Exercise:
Return every line of the records that includes the string "rule".

Data records Block Start

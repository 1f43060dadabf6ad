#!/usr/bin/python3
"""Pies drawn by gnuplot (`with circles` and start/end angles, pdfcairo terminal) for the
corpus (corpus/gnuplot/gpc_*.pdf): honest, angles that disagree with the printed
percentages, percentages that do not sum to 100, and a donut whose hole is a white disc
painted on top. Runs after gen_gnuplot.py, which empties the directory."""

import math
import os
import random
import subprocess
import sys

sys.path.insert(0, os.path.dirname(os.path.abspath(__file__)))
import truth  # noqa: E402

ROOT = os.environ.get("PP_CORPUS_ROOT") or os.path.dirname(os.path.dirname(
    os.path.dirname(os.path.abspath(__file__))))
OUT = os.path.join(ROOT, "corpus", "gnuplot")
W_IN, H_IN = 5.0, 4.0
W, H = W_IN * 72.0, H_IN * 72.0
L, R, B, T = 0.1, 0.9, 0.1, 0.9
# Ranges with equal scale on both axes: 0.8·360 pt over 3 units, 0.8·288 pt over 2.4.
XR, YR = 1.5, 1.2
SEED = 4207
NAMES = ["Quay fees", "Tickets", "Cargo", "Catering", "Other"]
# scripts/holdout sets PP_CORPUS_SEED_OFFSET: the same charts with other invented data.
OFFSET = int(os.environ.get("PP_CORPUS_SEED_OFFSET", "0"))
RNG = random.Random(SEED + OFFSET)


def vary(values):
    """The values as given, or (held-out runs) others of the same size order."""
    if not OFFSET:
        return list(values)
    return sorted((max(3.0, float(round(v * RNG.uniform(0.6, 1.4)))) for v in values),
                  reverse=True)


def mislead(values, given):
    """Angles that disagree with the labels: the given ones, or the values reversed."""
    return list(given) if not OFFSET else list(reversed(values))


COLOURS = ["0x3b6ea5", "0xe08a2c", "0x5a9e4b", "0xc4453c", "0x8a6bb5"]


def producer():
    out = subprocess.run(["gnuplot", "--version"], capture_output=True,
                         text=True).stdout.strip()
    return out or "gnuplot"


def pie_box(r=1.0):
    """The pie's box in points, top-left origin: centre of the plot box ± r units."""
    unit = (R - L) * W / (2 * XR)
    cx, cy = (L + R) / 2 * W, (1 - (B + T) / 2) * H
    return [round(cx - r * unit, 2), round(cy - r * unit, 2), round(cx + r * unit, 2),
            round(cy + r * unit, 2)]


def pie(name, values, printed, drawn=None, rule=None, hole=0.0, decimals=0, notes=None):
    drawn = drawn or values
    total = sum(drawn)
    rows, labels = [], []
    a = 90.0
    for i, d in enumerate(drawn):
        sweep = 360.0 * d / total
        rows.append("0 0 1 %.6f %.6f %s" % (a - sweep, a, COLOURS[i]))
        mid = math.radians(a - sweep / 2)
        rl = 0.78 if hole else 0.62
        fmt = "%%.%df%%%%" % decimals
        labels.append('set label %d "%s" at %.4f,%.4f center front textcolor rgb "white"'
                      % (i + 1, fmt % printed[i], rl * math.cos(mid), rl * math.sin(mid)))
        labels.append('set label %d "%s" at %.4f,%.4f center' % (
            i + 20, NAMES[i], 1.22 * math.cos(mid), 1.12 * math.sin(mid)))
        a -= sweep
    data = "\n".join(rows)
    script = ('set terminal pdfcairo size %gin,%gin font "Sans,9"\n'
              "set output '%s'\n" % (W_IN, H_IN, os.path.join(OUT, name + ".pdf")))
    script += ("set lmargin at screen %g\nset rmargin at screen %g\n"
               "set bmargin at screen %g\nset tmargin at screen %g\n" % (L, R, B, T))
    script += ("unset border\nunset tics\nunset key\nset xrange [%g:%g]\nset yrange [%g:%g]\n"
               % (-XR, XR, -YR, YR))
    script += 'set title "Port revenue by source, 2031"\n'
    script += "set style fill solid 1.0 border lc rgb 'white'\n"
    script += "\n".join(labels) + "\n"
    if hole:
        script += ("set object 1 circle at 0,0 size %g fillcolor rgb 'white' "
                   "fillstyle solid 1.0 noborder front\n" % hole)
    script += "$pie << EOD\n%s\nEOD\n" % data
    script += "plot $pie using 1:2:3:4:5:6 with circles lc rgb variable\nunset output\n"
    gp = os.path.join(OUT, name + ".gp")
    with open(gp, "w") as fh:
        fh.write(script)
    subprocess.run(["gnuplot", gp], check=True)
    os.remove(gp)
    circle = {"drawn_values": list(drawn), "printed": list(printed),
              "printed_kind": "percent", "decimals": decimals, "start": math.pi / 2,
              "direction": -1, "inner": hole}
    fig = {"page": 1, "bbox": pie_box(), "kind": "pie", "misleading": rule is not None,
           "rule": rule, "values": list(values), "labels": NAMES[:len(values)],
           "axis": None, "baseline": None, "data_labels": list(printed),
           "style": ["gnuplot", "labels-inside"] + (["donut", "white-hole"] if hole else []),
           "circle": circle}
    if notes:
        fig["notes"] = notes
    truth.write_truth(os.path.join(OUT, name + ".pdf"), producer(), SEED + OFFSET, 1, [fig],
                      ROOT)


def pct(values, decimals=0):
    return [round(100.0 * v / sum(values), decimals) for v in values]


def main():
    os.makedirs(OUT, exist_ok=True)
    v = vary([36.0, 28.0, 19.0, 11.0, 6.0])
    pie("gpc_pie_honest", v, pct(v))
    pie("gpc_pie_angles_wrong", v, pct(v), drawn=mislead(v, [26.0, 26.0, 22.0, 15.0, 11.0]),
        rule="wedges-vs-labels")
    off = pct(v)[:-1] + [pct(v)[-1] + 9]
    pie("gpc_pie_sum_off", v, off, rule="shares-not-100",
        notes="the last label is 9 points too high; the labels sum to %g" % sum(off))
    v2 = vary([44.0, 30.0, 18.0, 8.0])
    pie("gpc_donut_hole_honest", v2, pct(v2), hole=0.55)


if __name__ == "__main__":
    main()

Data records Block End
Data records Block Start

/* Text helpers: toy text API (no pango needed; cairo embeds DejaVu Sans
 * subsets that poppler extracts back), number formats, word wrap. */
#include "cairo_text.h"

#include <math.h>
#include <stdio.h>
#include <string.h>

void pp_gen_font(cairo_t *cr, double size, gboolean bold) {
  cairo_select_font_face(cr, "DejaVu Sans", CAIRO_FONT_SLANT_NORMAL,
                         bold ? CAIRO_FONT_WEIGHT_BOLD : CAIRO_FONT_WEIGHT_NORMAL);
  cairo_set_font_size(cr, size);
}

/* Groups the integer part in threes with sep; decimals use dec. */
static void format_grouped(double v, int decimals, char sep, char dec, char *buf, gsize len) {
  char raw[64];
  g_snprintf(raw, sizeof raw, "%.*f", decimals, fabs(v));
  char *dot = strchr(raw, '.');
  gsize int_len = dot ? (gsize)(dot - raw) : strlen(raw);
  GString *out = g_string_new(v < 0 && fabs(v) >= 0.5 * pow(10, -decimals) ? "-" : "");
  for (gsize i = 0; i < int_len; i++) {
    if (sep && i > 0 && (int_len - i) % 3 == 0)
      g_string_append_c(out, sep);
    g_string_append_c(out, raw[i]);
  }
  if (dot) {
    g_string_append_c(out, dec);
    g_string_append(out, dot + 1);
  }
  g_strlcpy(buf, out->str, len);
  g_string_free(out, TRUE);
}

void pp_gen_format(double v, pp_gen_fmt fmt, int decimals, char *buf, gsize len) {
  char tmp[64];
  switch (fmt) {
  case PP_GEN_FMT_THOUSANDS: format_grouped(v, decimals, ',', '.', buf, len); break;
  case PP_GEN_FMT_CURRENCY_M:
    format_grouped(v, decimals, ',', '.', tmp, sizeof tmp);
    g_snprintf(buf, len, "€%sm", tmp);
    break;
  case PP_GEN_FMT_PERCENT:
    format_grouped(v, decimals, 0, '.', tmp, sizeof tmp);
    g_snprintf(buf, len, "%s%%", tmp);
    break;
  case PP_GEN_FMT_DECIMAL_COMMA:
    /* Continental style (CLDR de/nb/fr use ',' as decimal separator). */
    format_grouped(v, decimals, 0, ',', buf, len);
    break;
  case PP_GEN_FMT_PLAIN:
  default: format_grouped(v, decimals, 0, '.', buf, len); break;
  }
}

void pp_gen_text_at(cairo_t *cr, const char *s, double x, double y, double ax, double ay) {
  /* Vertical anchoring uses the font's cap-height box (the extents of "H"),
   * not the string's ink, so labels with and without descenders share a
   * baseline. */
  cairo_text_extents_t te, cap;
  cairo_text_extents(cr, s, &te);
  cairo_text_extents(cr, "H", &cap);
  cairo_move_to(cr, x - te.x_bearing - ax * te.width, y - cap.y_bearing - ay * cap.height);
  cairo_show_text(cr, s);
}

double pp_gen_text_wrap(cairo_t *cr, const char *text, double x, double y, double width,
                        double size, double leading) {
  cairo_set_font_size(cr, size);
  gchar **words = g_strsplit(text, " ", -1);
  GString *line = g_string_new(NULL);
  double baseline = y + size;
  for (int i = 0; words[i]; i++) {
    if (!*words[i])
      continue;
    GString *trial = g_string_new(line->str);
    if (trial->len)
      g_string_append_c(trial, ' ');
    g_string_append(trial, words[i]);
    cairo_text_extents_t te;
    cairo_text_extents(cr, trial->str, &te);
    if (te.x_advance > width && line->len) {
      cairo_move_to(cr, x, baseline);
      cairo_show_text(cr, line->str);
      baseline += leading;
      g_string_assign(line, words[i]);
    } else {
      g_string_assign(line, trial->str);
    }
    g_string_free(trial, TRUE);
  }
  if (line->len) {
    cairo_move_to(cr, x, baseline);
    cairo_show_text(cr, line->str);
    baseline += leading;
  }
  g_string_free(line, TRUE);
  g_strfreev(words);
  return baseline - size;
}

Data records Block End

Result of the task:
def pie(name, values, printed, drawn=None, rule=None, hole=0.0, decimals=0, notes=None):
    fig = {"page": 1, "bbox": pie_box(), "kind": "pie", "misleading": rule is not None,
           "rule": rule, "values": list(values), "labels": NAMES[:len(values)],
        rule="wedges-vs-labels")
    pie("gpc_pie_sum_off", v, off, rule="shares-not-100",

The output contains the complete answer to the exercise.